*** DATA UNDER STUDY ***
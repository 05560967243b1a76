"""The load height enters with the right sign for every flange a segment can be checked for.

The load-height term ½·Q·a·φ² does not depend on the sign of M (Trahair, Flexural-Torsional
Buckling of Structures, 1993, ch. 6, from memory): a load acting downward above the shear centre
is destabilising whether the segment sags or hogs. flangewise checks a hogging segment as a
bottom-flange run with its moments turned positive, so the load height must turn over with it.
These tests compare physically identical problems written two ways.
"""

from __future__ import annotations

import numpy as np
from flangewise.engine.buckling import exact_factors
from flangewise.engine.gradient import Runs
from flangewise.readers.settings import CheckSettings

L = 6000.0  # mm
IY, J, CW = 8.0e6, 2.0e5, 3.0e11  # mm⁴, mm⁴, mm⁶ (an invented welded section)
H0 = 400.0  # mm, distance between flange centroids

#: Solver precision: the two ways give the same matrices up to rounding.
SAME = 1.0e-9


def _runs(m: np.ndarray) -> Runs:
    x = np.linspace(0.0, L, len(m))
    return Runs(x=x, m=m, offsets=np.array([0, len(m)]), length=np.array([L]))


def _factor(m: np.ndarray, flange: int, where: str) -> float:
    result = exact_factors(
        _runs(m),
        np.array([True]),
        np.array([flange]),
        np.array([IY]),
        np.array([J]),
        np.array([CW]),
        np.array([H0]),
        CheckSettings(load_height=where),
    )
    return float(result.factor[0])


# A uniform load on a simple span: M = q·x·(L − x)/2, sampled at 41 stations.
_x = np.linspace(0.0, L, 41)
SAGGING = _x * (L - _x) / 2.0


def test_gravity_on_top_flange_equals_uplift_on_bottom_flange_turned_over():
    # Gravity on the top flange of a sagging span (top flange in compression) is the same problem,
    # turned upside down, as uplift on the bottom flange of a hogging span (bottom in compression).
    gravity_top = _factor(SAGGING, flange=0, where="top_flange")
    # The hogging span is checked as a bottom-flange run whose moments are turned positive.
    uplift_bottom = _factor(SAGGING, flange=1, where="bottom_flange")
    assert abs(gravity_top / uplift_bottom - 1.0) < SAME


def test_a_load_on_the_flange_it_pushes_from_is_destabilising():
    # Common practice (and Anderson & Trahair 1972, from memory): a load applied on the flange from
    # which it pushes (gravity on the top flange, uplift on the bottom flange) lowers Mcr; on the
    # other flange it raises Mcr. A top run with the sagging shape carries gravity; a bottom run
    # with the same positive shape is a hogging span, which here carries uplift.
    for flange, pushing, holding in (
        (0, "top_flange", "bottom_flange"),
        (1, "bottom_flange", "top_flange"),
    ):
        centre = _factor(SAGGING, flange, "shear_centre")
        destabilised = _factor(SAGGING, flange, pushing)
        stabilised = _factor(SAGGING, flange, holding)
        assert destabilised < centre < stabilised, (flange, destabilised, centre, stabilised)


def test_steep_members_take_their_loads_at_the_shear_centre():
    centre = _factor(SAGGING, flange=2, where="shear_centre")
    assert _factor(SAGGING, flange=2, where="top_flange") == centre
*** End of DATA UNDER STUDY ***
## DESCRIPTION OF THE TASK
Reproduce the records above word for word.

## WRITTEN SOLUTION
repository 05560967243b1a76
"""The load height enters with the right sign for every flange a segment can be checked for.

The load-height term ½·Q·a·φ² does not depend on the sign of M (Trahair, Flexural-Torsional
Buckling of Structures, 1993, ch. 6, from memory): a load acting downward above the shear centre
is destabilising whether the segment sags or hogs. flangewise checks a hogging segment as a
bottom-flange run with its moments turned positive, so the load height must turn over with it.
These tests compare physically identical problems written two ways.
"""

from __future__ import annotations

import numpy as np
from flangewise.engine.buckling import exact_factors
from flangewise.engine.gradient import Runs
from flangewise.readers.settings import CheckSettings

L = 6000.0  # mm
IY, J, CW = 8.0e6, 2.0e5, 3.0e11  # mm⁴, mm⁴, mm⁶ (an invented welded section)
H0 = 400.0  # mm, distance between flange centroids

#: Solver precision: the two ways give the same matrices up to rounding.
SAME = 1.0e-9


def _runs(m: np.ndarray) -> Runs:
    x = np.linspace(0.0, L, len(m))
    return Runs(x=x, m=m, offsets=np.array([0, len(m)]), length=np.array([L]))


def _factor(m: np.ndarray, flange: int, where: str) -> float:
    result = exact_factors(
        _runs(m),
        np.array([True]),
        np.array([flange]),
        np.array([IY]),
        np.array([J]),
        np.array([CW]),
        np.array([H0]),
        CheckSettings(load_height=where),
    )
    return float(result.factor[0])


# A uniform load on a simple span: M = q·x·(L − x)/2, sampled at 41 stations.
_x = np.linspace(0.0, L, 41)
SAGGING = _x * (L - _x) / 2.0


def test_gravity_on_top_flange_equals_uplift_on_bottom_flange_turned_over():
    # Gravity on the top flange of a sagging span (top flange in compression) is the same problem,
    # turned upside down, as uplift on the bottom flange of a hogging span (bottom in compression).
    gravity_top = _factor(SAGGING, flange=0, where="top_flange")
    # The hogging span is checked as a bottom-flange run whose moments are turned positive.
    uplift_bottom = _factor(SAGGING, flange=1, where="bottom_flange")
    assert abs(gravity_top / uplift_bottom - 1.0) < SAME


def test_a_load_on_the_flange_it_pushes_from_is_destabilising():
    # Common practice (and Anderson & Trahair 1972, from memory): a load applied on the flange from
    # which it pushes (gravity on the top flange, uplift on the bottom flange) lowers Mcr; on the
    # other flange it raises Mcr. A top run with the sagging shape carries gravity; a bottom run
    # with the same positive shape is a hogging span, which here carries uplift.
    for flange, pushing, holding in (
        (0, "top_flange", "bottom_flange"),
        (1, "bottom_flange", "top_flange"),
    ):
        centre = _factor(SAGGING, flange, "shear_centre")
        destabilised = _factor(SAGGING, flange, pushing)
        stabilised = _factor(SAGGING, flange, holding)
        assert destabilised < centre < stabilised, (flange, destabilised, centre, stabilised)


def test_steep_members_take_their_loads_at_the_shear_centre():
    centre = _factor(SAGGING, flange=2, where="shear_centre")
    assert _factor(SAGGING, flange=2, where="top_flange") == centre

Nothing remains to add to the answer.